Court dismissed an appeal filed by a woman residing in Australia, against the rejection of her plea filed under Section 13 of the HMA by a family court in Moradabad, UP

The Allahabad High Court recently ruled that divorce proceedings cannot be initiated in a court within whose territorial jurisdiction the parties have only casually visited.

The term 'residing' though not defined under the Hindu Marriage Act, 1955 (HMA), it clearly denotes more than a casual visit to a place falling within the territorial jurisdiction of the Court where a divorce proceeding may be instituted, said the bench of Justices Saumitra Dayal Singh and Syed Aftab Husain Rizvi.

In view of the same, court dismissed an appeal filed by a woman residing in Australia, against the rejection of her plea filed under Section 13 of the HMA by a family court in Moradabad, UP. 

The Family Court had rejected the woman's plea for divorce on the ground of lacking in territorial jurisdiction.

Seeking relief, the woman's counsel referred to Section 19 of the HMA which provides for court to which petitions under HMA are to be presented.

According to the provisions under Section 19, in case the wife is the petitioner, where she is residing on the date of presentation of the petition, she can file her plea before the court having territorial jurisdiction over that area. 

The counsel for the woman argued for the dismissal of the Family Court's order, citing that the woman had not been afforded an opportunity to contest the facts presented by her husband in an application. Additionally, it was emphasized that there are no ongoing divorce proceedings between the parties in the appropriate Australian court.

However, the high court said, "Those considerations may not lead us to any conclusion as to error committed by the learned court below in refusing to entertain the divorce proceedings instituted by the present appellant.

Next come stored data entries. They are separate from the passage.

"""The demo scenarios hold their ground truth (osculate.demo).

Generators are checked against independent closed forms (Fresnel integrals for the clothoid,
pymap3d for WGS 84, the Lamb–Oseen circulation).
"""

import numpy as np
import osculate.demo as demo
import pytest


@pytest.mark.parametrize("make", [demo.survey_flight, demo.spiral_loop, demo.swirl_tracers])
def test_generators_are_reproducible(make):
    a, b = make(), make()
    for name in ("t", "xy", "lat", "force", "particle"):
        if hasattr(a, name):
            assert np.array_equal(getattr(a, name), getattr(b, name))
    assert not np.array_equal(make(seed=99).t, a.t)


def test_clothoid_matches_fresnel_integrals():
    # Euler spiral with κ = s/(R L) from the straight: x = a·C(s/a), y = a·S(s/a),
    # a = sqrt(π R L) (scipy.special.fresnel: S, C with the π/2 convention).
    from scipy import special

    e = demo.spiral_loop(noise=0.0, force_noise=0.0)
    u = np.mod(e.distance, e.lap_length)
    s0 = 0.5 * e.straight_length  # the first entry spiral starts at (75, 0), heading +x
    on = (u > s0) & (u < s0 + e.spiral_length)
    s = u[on] - s0
    a = np.sqrt(np.pi * e.bend_radius * e.spiral_length)
    fs, fc = special.fresnel(s / a)
    want = np.column_stack([s0 + a * fc, a * fs])
    assert on.sum() > 50
    assert np.abs(e.xy_true[on] - want).max() < 1e-9  # metres
    # Curvature linear in arc length at the stated rate, and v²κ is the normal acceleration.
    assert np.allclose(e.curvature[on], s * e.spiral_rate, rtol=1e-12, atol=1e-15)
    assert np.allclose(e.accel_normal, e.speed**2 * np.abs(e.curvature))


def test_spiral_loop_closes_and_keeps_its_radius():
    e = demo.spiral_loop(noise=0.0, force_noise=0.0)
    # Closed loop: 2·(straight + spiral + πR) (geometry of the generator).
    assert np.isclose(e.lap_length, 2 * (150 + 40 + np.pi * 35), rtol=1e-12)
    arc = e.segment == "arc"
    # On the arcs the path stays at R from a fixed centre: the first arc's centre is (x, y + R)
    # from the arc's start, heading there is +x rotated by the spiral's turn L/(2R).
    i = np.flatnonzero(arc & (e.lap == 0))
    first = i[: np.argmax(np.diff(i) > 1) + 1] if (np.diff(i) > 1).any() else i
    pts = e.xy_true[first]
    # Fit the circle through the arc samples (algebraic least squares) and compare its radius.
    A = np.column_stack([2 * pts, np.ones(len(pts))])
    sol = np.linalg.lstsq(A, (pts**2).sum(axis=1), rcond=None)[0]
    radius = np.sqrt(sol[2] + sol[0] ** 2 + sol[1] ** 2)
    assert np.isclose(radius, e.bend_radius, rtol=1e-9)
    # Logged force: the resistance magnitude, opposite to the motion (noise-free here).
    direction = np.gradient(e.xy_true, e.t, axis=0)
    cos = np.einsum("ij,ij->i", e.force, direction) / (
        np.linalg.norm(e.force, axis=1) * np.linalg.norm(direction, axis=1)
    )
    assert np.all(cos < -0.999)
    assert np.allclose(np.linalg.norm(e.force, axis=1), e.resistance(e.speed))


def test_spiral_loop_true_work_along_each_lap():
    e = demo.spiral_loop()
    laps = len(e.drag_work)
    first = np.searchsorted(e.lap, np.arange(laps))
    last = np.searchsorted(e.lap, np.arange(laps), side="right") - 1
    # Zero at each lap's first row, the lap's drag_work at its last (the generator's definition).
    assert np.all(e.cumulative_drag_work[first] == 0.0)
    assert np.allclose(e.cumulative_drag_work[last], e.drag_work, rtol=1e-12)
    # −∫ R(v) ds by the trapezoid rule over the rows' true distance and speed: an independent
    # quadrature; its error on ~0.7 m steps is about h²/12 · R'' · 600 m ≈ 0.3 J of 62 kJ.
    r = e.resistance(e.speed)
    same = e.lap[1:] == e.lap[:-1]
    step = np.where(same, 0.5 * (r[1:] + r[:-1]) * np.diff(e.distance), 0.0)
    lap_start = np.concatenate([[0.0], np.cumsum(step)])[first][e.lap]
    trapezoid = -(np.concatenate([[0.0], np.cumsum(step)]) - lap_start)
    assert np.allclose(e.cumulative_drag_work, trapezoid, rtol=0, atol=1.0)  # J


def test_survey_flight_geodesy_matches_pymap3d():
    import pymap3d

    f = demo.survey_flight(noise_horizontal=0.0, noise_vertical=0.0)
    lat, lon, h = pymap3d.enu2geodetic(*f.enu.T, *f.origin)  # WGS 84 by default
    assert np.abs(lat - f.lat).max() < 1e-9 and np.abs(lon - f.lon).max() < 1e-9
    assert np.abs(h - f.height).max() < 1e-4


def test_survey_flight_turns_have_the_planned_radius():
    f = demo.survey_flight(noise_horizontal=0.0, noise_vertical=0.0)
    assert np.all(f.enu[f.turn >= 0, 2] == f.altitude)
    for turn in range(3):  # three turns: points at R from one centre
        p = f.enu[f.turn == turn, :2]
        A = np.column_stack([2 * p, np.ones(len(p))])
        sol = np.linalg.lstsq(A, (p**2).sum(axis=1), rcond=None)[0]
        assert np.isclose(np.sqrt(sol[2] + sol[0] ** 2 + sol[1] ** 2), f.turn_radius, rtol=1e-9)
    # Speed is the derivative of the distance flown (central differences, uneven times).
    v = np.gradient(f.distance, f.t)
    inner = np.ones_like(v, dtype=bool)
    inner[[0, -1]] = False
    assert np.abs(v - f.speed)[inner].max() < 0.05
    # The hover: at rest for 8 s; the outage: no fix for 2.5 s.
    h0, h1 = f.hover_span
    assert np.isclose(h1 - h0, f.hover) and np.all(f.speed[(f.t > h0) & (f.t < h1)] == 0)
    assert 2.5 < np.diff(f.t).max() < 2.8
    # Noisy log: noise of the stated size, about the truth.
    g = demo.survey_flight()
    import osculate as osc

    enu = osc.geodetic_to_enu(g.lat, g.lon, g.height, origin=g.origin)
    err = enu - g.enu
    assert np.allclose(err.std(axis=0), [0.3, 0.3, 0.5], rtol=0.1)


def test_swirl_tracers_circles_and_circulation():
    d = demo.swirl_tracers(noise=0.0)
    r = np.hypot(*d.xy.T)
    assert np.allclose(r, d.radius[d.particle], rtol=1e-12)
    # Speed from frame-to-frame chords, r·2 sin(ωΔt/2)/Δt → v (sub-percent at 50 fps).
    same = d.particle[1:] == d.particle[:-1]
    chord = np.hypot(*np.diff(d.xy, axis=0).T)[same] * d.fps
    assert np.allclose(chord, d.speed[1:][same], rtol=1e-4)
    # Circulation of the velocity round a circle by the trapezoid rule (numpy) against the closed
    # form Γ(1 − exp(−r²/r_c²)) of the Lamb–Oseen vortex.
    a = np.linspace(0.0, 2 * np.pi, 4001)
    for radius in (0.005, 0.015, 0.06):
        p = radius * np.column_stack([np.cos(a), np.sin(a)])
        u = d.velocity(p)
        tangent = radius * np.column_stack([-np.sin(a), np.cos(a)])
        integrand = np.einsum("ij,ij->i", u, tangent)
        circ = np.sum(0.5 * (integrand[1:] + integrand[:-1]) * np.diff(a))
        assert np.isclose(circ, d.enclosed_circulation(radius), rtol=1e-10)
    # The grid holds the field at its nodes, [i, j] at (grid_x[i], grid_y[j]).
    assert np.allclose(d.grid_velocity[10, 60], d.velocity([[d.grid_x[10], d.grid_y[60]]])[0])


def test_oval_loop_with_exact_positions():
    # The oval of demo.test_loop, exact positions: 4th-order finite differences give the bend
    # radius of the generator (40 m) to 0.1 % inside the bends, away from the jumps of curvature.
    import osculate as osc

    d = demo.test_loop(laps=2)
    k = osc.kinematics(d.t, d.xy, tracks=d.lap, order=4)
    inner = d.in_bend & np.roll(d.in_bend, 4) & np.roll(d.in_bend, -4)
    inner &= ~k.flagged(osc.Flag.EDGE | osc.Flag.GAP)
    assert abs(np.median(k.radius[inner]) / d.bend_radius - 1) < 1e-3
    assert np.abs(k.speed - d.speed).max() < 1e-3  # m/s, against the generator's speed law
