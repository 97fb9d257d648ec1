"""osculate.dask: partition by partition, the same numbers as the pandas accessor."""

import numpy as np
import osculate as osc
import pandas as pd
import pytest

dd = pytest.importorskip("dask.dataframe")
distributed = pytest.importorskip("distributed")

XYZ = ["x", "y", "z"]


@pytest.fixture
def frame(rng):
    """40 interleaved tracks, time-unsorted, datetime (UTC) times, a NaN fix, a unique index."""
    m, per = 40, 50
    ids = np.repeat(np.arange(m) * 11, per)
    t = np.concatenate([np.cumsum(rng.uniform(0.05, 0.15, per)) for _ in range(m)])
    ph = np.repeat(rng.uniform(0, 6, m), per)
    df = pd.DataFrame(
        {
            "vehicle": ids,
            "time": pd.Timestamp("2025-06-01", tz="UTC") + pd.to_timedelta(t, unit="s"),
            "x": 20 * np.cos(0.3 * t + ph),
            "y": 20 * np.sin(0.3 * t + ph),
            "z": 0.1 * t,
        }
    )
    df.loc[17, "x"] = np.nan
    return df.sample(frac=1.0, random_state=3)  # interleaved and out of time order


def pandas_and_dask(df, npartitions=4, **kw):
    spec = {"time": "time", "position": XYZ, "by": "vehicle", "order": 4, **kw}
    eager = df.osc.kinematics(**spec)
    lazy = osc.dask.kinematics(dd.from_pandas(df, npartitions=npartitions), keep=True, **spec)
    return eager, lazy


def check_equal(eager, computed):
    # Exact equality (tolerance 0): each partition holds whole tracks and every track is computed
    # from its own rows only, so the numbers are the pandas accessor's to the bit.
    computed = computed.sort_index()
    eager = eager.sort_index()
    assert len(computed) == len(eager)
    pd.testing.assert_frame_equal(computed[eager.columns], eager, check_exact=True)


def test_threaded_scheduler_equals_pandas(frame):
    eager, lazy = pandas_and_dask(frame)
    assert list(lazy.columns) == [*frame.columns, *eager.columns]
    computed = lazy.compute(scheduler="threads")
    check_equal(eager, computed)
    # The meta is right: the lazy frame announces the dtypes the partitions deliver.
    pd.testing.assert_series_equal(lazy.dtypes, computed.dtypes)


def test_process_scheduler_equals_pandas(frame):
    eager, lazy = pandas_and_dask(frame, npartitions=2)
    check_equal(eager, lazy.compute(scheduler="processes", num_workers=2))


def test_local_cluster_with_two_workers_equals_pandas(frame):
    eager, lazy = pandas_and_dask(frame, npartitions=3)
    s_lazy = osc.dask.summary(
        dd.from_pandas(frame, npartitions=3), time="time", position=XYZ, by="vehicle", order=4
    )
    with (
        distributed.LocalCluster(
            n_workers=2, threads_per_worker=1, processes=True, dashboard_address=None
        ) as cluster,
        distributed.Client(cluster) as client,
    ):
        computed, summary = client.compute([lazy, s_lazy], sync=True)
    check_equal(eager, computed)
    expected = frame.osc.summary(time="time", position=XYZ, by="vehicle", order=4)
    pd.testing.assert_frame_equal(summary.sort_index(), expected, check_exact=True)


def test_summary_and_geodetic_through_dask(rng):
    # GPS tracks: each track anchored at its own first fix, in dask as in pandas (exact).
    m, per = 6, 30
    ids = np.repeat([f"g{k}" for k in range(m)], per)
    t = np.tile(np.arange(per, dtype=float), m)
    lat = 47.0 + 1e-4 * np.sin(0.2 * t) + np.repeat(np.arange(m), per) * 0.01
    lon = 8.0 + 1e-4 * np.cos(0.2 * t)
    df = pd.DataFrame({"id": ids, "t": t, "lat": lat, "lon": lon, "alt": 400 + t})
    df = df.sample(frac=1.0, random_state=5)
    spec = {"time": "t", "position": ["lat", "lon", "alt"], "by": "id", "crs": "geodetic"}
    ddf = dd.from_pandas(df, npartitions=3)
    got = osc.dask.summary(ddf, **spec).compute(scheduler="threads").sort_index()
    # Dask keeps text as its own string dtype, so only the index *type* may differ.
    expected = df.osc.summary(**spec)
    pd.testing.assert_frame_equal(got, expected, check_exact=True, check_index_type=False)
    assert got.index.tolist() == expected.index.tolist()
    res = osc.dask.kinematics(ddf, columns=["east", "curvature"], **spec)
    assert list(res.columns) == ["east", "curvature"]
    eager = df.osc.kinematics(columns=["east", "curvature"], **spec)
    check_equal(eager, res.compute(scheduler="threads"))


def test_partitions_hold_whole_tracks(frame):
    ddf = dd.from_pandas(frame, npartitions=5)
    parts = osc.dask.partition_by_track(ddf, "vehicle").partitions
    seen = [set(p["vehicle"].compute(scheduler="threads")) for p in parts]
    assert sum(len(s) for s in seen) == len(set().union(*seen)) == frame["vehicle"].nunique()
    # Already partitioned by a sorted index with known divisions: no shuffle is needed.
    indexed = dd.from_pandas(frame.set_index("vehicle").sort_index(), npartitions=4)
    assert osc.dask.partition_by_track(indexed, "vehicle") is indexed
    # One track: one partition.
    assert osc.dask.partition_by_track(ddf, None).npartitions == 1
    assert osc.dask.partition_by_track(ddf, "vehicle", shuffle=False) is ddf


def test_track_id_in_the_index(frame):
    spec = {"time": "time", "position": XYZ, "by": "vehicle"}
    indexed = frame.set_index("vehicle")
    eager = indexed.osc.summary(**spec)
    for ddf in (
        dd.from_pandas(indexed.sort_index(), npartitions=3),  # known divisions, no shuffle
        dd.from_pandas(indexed, npartitions=3, sort=False),  # unknown divisions: shuffled
    ):
        got = osc.dask.summary(ddf, **spec).compute(scheduler="threads").sort_index()
        pd.testing.assert_frame_equal(got, eager, check_exact=True)


def test_errors_surface_at_graph_construction(frame):
    ddf = dd.from_pandas(frame, npartitions=2)
    with pytest.raises(osc.InputError, match="column 'q' not found"):
        osc.dask.kinematics(ddf, time="time", position=["x", "q"], by="vehicle")
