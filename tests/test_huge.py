"""Huge inputs, short form: one track of 1e6 samples (62 parallel jobs of 16384 rows) is computed
without seams, and an allocation that cannot succeed raises MemoryError instead of aborting.

The full-size run is manual, not part of the test suite (it needs ~13 GiB):

    python tests/test_huge.py 5e7      # one 3-D track of 5e7 samples; prints time and peak RSS
"""

from __future__ import annotations

import os
import subprocess
import sys
import textwrap

import numpy as np
import osculate as osc
import pytest
from conftest import graded_times

N = 1_000_000
CHUNK = 1 << 14  # rows per parallel job (osculate::batch::CHUNK)
U = np.finfo(np.float64).eps / 2


@pytest.fixture(scope="module")
def long_helix():
    # Helix (2 cos t, 2 sin t, t/2) on smoothly graded times (steps within a factor 1.9).
    t = graded_times(N, 2000.0)
    x = np.column_stack([2 * np.cos(t), 2 * np.sin(t), 0.5 * t])
    return t, x


FIELDS = (
    "velocity",
    "acceleration",
    "jerk",
    "speed",
    "tangent",
    "normal",
    "binormal",
    "curvature",
    "torsion",
    "center",
    "accel_tangential",
    "accel_normal",
    "angular_accel",
    "flags",
)


def same_bits(a, b):
    a, b = np.ascontiguousarray(a), np.ascontiguousarray(b)
    if a.dtype == np.float64:
        a, b = a.view(np.uint64), b.view(np.uint64)
    return np.array_equal(a, b)


def test_long_track_has_no_seams(long_helix):
    # The same track computed as 62 parallel jobs and as one job: a track with a non-finite row
    # is processed whole (osculate.kinematics: compacted path). Away from the removed row (3 rows,
    # the reach of the order-4 stencils) every stencil reads the same nodes, so every output must
    # have the same bits (Fornberg weights depend only on the nodes). Expected values: the one-job
    # computation; tolerance: none.
    t, x = long_helix
    chunked = osc.kinematics(t, x, order=4)
    hole = CHUNK * 31 + 5  # next to a seam of the chunked run
    x_hole = x.copy()
    x_hole[hole, 2] = np.nan
    whole = osc.kinematics(t, x_hole, order=4)
    far = np.abs(np.arange(N) - hole) > 3
    assert whole.flags[hole] == osc.Flag.INVALID
    for name in FIELDS:
        assert same_bits(getattr(chunked, name)[far], getattr(whole, name)[far]), name
    # Arc length: the same sums up to the hole (the chord across it is counted after it).
    assert same_bits(chunked.arclength[:hole], whole.arclength[:hole])
    del whole

    # Every row is filled: finite everywhere, flags only EDGE within 3 rows of the ends.
    for name in FIELDS[:-1]:
        assert np.isfinite(getattr(chunked, name)).all(), name
    edge = np.zeros(N, bool)
    edge[:3] = edge[-3:] = True
    np.testing.assert_array_equal(chunked.flags, np.where(edge, int(osc.Flag.EDGE), 0))

    # The same track behind a short one (the jobs now start at other global rows): same bits.
    pre = 777
    tt = np.concatenate([t[:pre], t])
    xx = np.concatenate([x[:pre] * 3.0, x])
    batch = osc.kinematics(tt, xx, order=4, offsets=[0, pre, pre + N])
    for name in (*FIELDS, "arclength"):
        assert same_bits(getattr(batch, name)[pre:], getattr(chunked, name)), name


def test_long_track_arclength_against_the_closed_form(long_helix):
    # Chord of the helix between parameters t0 < t1: sqrt((2a sin(dt/2))^2 + (c dt)^2) (closed
    # form), summed along the 1e6 samples. Tolerance: rounding only: positions (numpy's cos, sin
    # and c t within 2 U of |x|) move each chord by <= 4 U (sqrt(2) a + c t); norm and reference
    # chord ~ 10 U of the chord; two recursive summations 2 i U s (Higham sec. 4.2).
    t, x = long_helix
    a, c = 2.0, 0.5
    dt = np.diff(t)
    chord = np.sqrt((2 * a * np.sin(dt / 2)) ** 2 + (c * dt) ** 2)
    want = np.concatenate([[0.0], np.cumsum(chord)])
    per = 4 * U * (np.sqrt(2) * a + c * np.abs(t[1:])) + 10 * U * chord
    tol = np.concatenate([[0.0], np.cumsum(per)]) + 2 * np.arange(N) * U * want
    s = osc.arclength(t, x)
    assert np.all(np.abs(s - want) <= tol)
    assert tol[-1] < 1e-9 * want[-1]  # the check is sharp: a relative defect of 1e-9 would show
    k = osc.kinematics(t[:300_000], x[:300_000])
    assert same_bits(k.arclength, s[:300_000])


# -------------------------------------------------------------------------------------------------
# Allocation failures, forced with an address-space limit (RLIMIT_AS) in a child process: only the
# child can run out of memory, whatever the machine. glibc is told to reserve no per-thread arenas
# after the limit is set and to map and unmap every block over 64 KiB (no free heap kept from
# earlier temporaries), so the outcome depends neither on thread scheduling nor on the allocation
# history.

OOM_SCRIPT = textwrap.dedent(
    """
    import re, resource, sys
    import numpy as np
    import osculate as osc

    fn, headroom, nan_row = sys.argv[1], int(sys.argv[2]), sys.argv[3] == "1"
    kwargs = eval(sys.argv[4]) if len(sys.argv) > 4 else {}
    n = int(kwargs.pop("n", 1_000_000))
    t = np.arange(n) * 1e-3
    x = np.column_stack([np.cos(t), np.sin(t), 0.1 * t])
    if nan_row:
        x[n // 2, 1] = np.nan
    warm = x[:100].copy()
    osc.kinematics(t[:100], warm)  # start the thread pool before the limit
    warm[50, 0] = np.nan
    osc.kinematics(t[:100], warm)
    status = open("/proc/self/status").read()
    vm = int(re.search(r"VmSize:\\s+(\\d+)", status).group(1)) * 1024
    resource.setrlimit(resource.RLIMIT_AS, (vm + headroom, vm + headroom))
    try:
        if fn == "work":
            osc.work(x, x, t=t, **kwargs)
        else:
            getattr(osc, fn)(t, x, **kwargs)
        print("ok")
    except MemoryError as err:
        print("MemoryError", err)
    except osc.InputError as err:
        print("InputError", err)
    """
)


def run_out_of_memory(fn, headroom_mb, nan_row=False, kwargs=None):
    env = {
        **os.environ,
        "MALLOC_ARENA_MAX": "1",
        "MALLOC_MMAP_THRESHOLD_": "65536",
        "MALLOC_TRIM_THRESHOLD_": "65536",
        "RUST_BACKTRACE": "0",
    }
    args = [fn, str(int(headroom_mb * 1e6)), "1" if nan_row else "0", repr(kwargs or {})]
    return subprocess.run(
        [sys.executable, "-c", OOM_SCRIPT, *args],
        env=env,
        capture_output=True,
        text=True,
        timeout=120,
    )


@pytest.mark.parametrize(
    "fn, headroom_mb, nan_row",
    [
        ("kinematics", 64, False),  # outputs (265 MB) cannot be allocated
        ("derivatives", 64, False),
        ("arclength", 4, False),  # 8 MB of output
        ("kinematics", 64, True),  # a track with a NaN row
        ("kinematics", 4, False),  # was: batch::median_step collected 8n bytes infallibly
        ("kinematics", 270, True),  # was: kinematics::compacted collected its copies infallibly
    ],
)
def test_impossible_allocation_raises_memory_error(fn, headroom_mb, nan_row):
    # (the cases of every estimator and function follow in the next test)
    # Design rule (DEVELOPERS.md): an allocation that cannot succeed is a MemoryError, never an
    # abort of the interpreter. The inputs fit; `headroom_mb` more is not enough for the call.
    # (Linux: RLIMIT_AS, /proc/self/status and glibc's malloc variables.)
    out = run_out_of_memory(fn, headroom_mb, nan_row)
    assert out.returncode == 0, f"child died with {out.returncode}: {out.stderr[-500:]}"
    assert out.stdout.startswith("MemoryError"), out.stdout


@pytest.mark.parametrize(
    "fn, headroom_mb, kwargs, expect",
    [
        # Every estimator's fit, its own working arrays included (was: smooth aborted in
        # bspline::clamped_knots and in its collected copies of times, weights and positions).
        ("kinematics", 64, {"method": "smooth"}, "MemoryError"),
        ("kinematics", 16, {"method": "smooth"}, "MemoryError"),
        ("kinematics", 64, {"method": "local", "window": 7}, "MemoryError"),
        ("kinematics", 64, {"method": "spline"}, "MemoryError"),
        ("fit", 64, {"method": "smooth"}, "MemoryError"),
        ("frames", 64, {}, "MemoryError"),
        # Half the 8 MB cumulative output: 8 MB left the call a few pages to spare or not,
        # depending on what the process had imported (pandas or not; tests/test_pandas_hook.py).
        ("work", 4, {"cumulative": True}, "MemoryError"),
        # A requested size beyond memory names the argument (was: an abort collecting targets).
        ("resample", 64, {"n": 1000, "step": 1e-9}, "InputError step"),
        ("resample", 64, {"n": 1000, "count": 10**12}, "InputError count"),
    ],
)
def test_every_function_fails_cleanly_without_memory(fn, headroom_mb, kwargs, expect):
    # The inputs (1e6 rows unless `n`) fit; the call needs more than `headroom_mb` on top.
    out = run_out_of_memory(fn, headroom_mb, kwargs=kwargs)
    assert out.returncode == 0, f"child died with {out.returncode}: {out.stderr[-500:]}"
    assert out.stdout.startswith(expect), out.stdout


def manual_run(n):
    """One 3-D track of n samples through kinematics; prints the time and the peak RSS."""
    import resource
    import time

    t = np.arange(n, dtype=np.float64)
    t *= 1e-3
    x = np.empty((n, 3))
    np.cos(t, out=x[:, 0])
    np.sin(t, out=x[:, 1])
    x[:, 2] = t
    x *= [30.0, 30.0, 0.5]
    before = resource.getrusage(resource.RUSAGE_SELF).ru_maxrss / 2**20
    start = time.perf_counter()
    k = osc.kinematics(t, x)
    took = time.perf_counter() - start
    peak = resource.getrusage(resource.RUSAGE_SELF).ru_maxrss / 2**20
    kappa = 30.0 / (30.0**2 + 0.5**2)  # helix a/(a^2 + c^2), closed form
    err = np.max(np.abs(k.curvature[3:-3] - kappa)) / kappa
    print(
        f"n = {n:.3g}: kinematics {took:.1f} s; peak RSS {peak:.2f} GiB (inputs {before:.2f} GiB)"
    )
    print(f"max relative curvature error {err:.2e}; flagged rows {np.count_nonzero(k.flags)}")


if __name__ == "__main__":
    manual_run(int(float(sys.argv[1]) if len(sys.argv) > 1 else 5e7))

It is so because for whatever reasons that may exist, it remains undisputed to the appellant that she is residing at Australia".

Court held that despite the woman's brief visit to India and her initiation of divorce proceedings during that period, her clear and uncontested residency in Australia would not provide her with the protections outlined in Section 19(b)(a) of the Act.

Consequently, court dismissed the appeal while clarifying that in case, woman's status of residency changes, it may give rise to fresh cause on the strength of that change of status.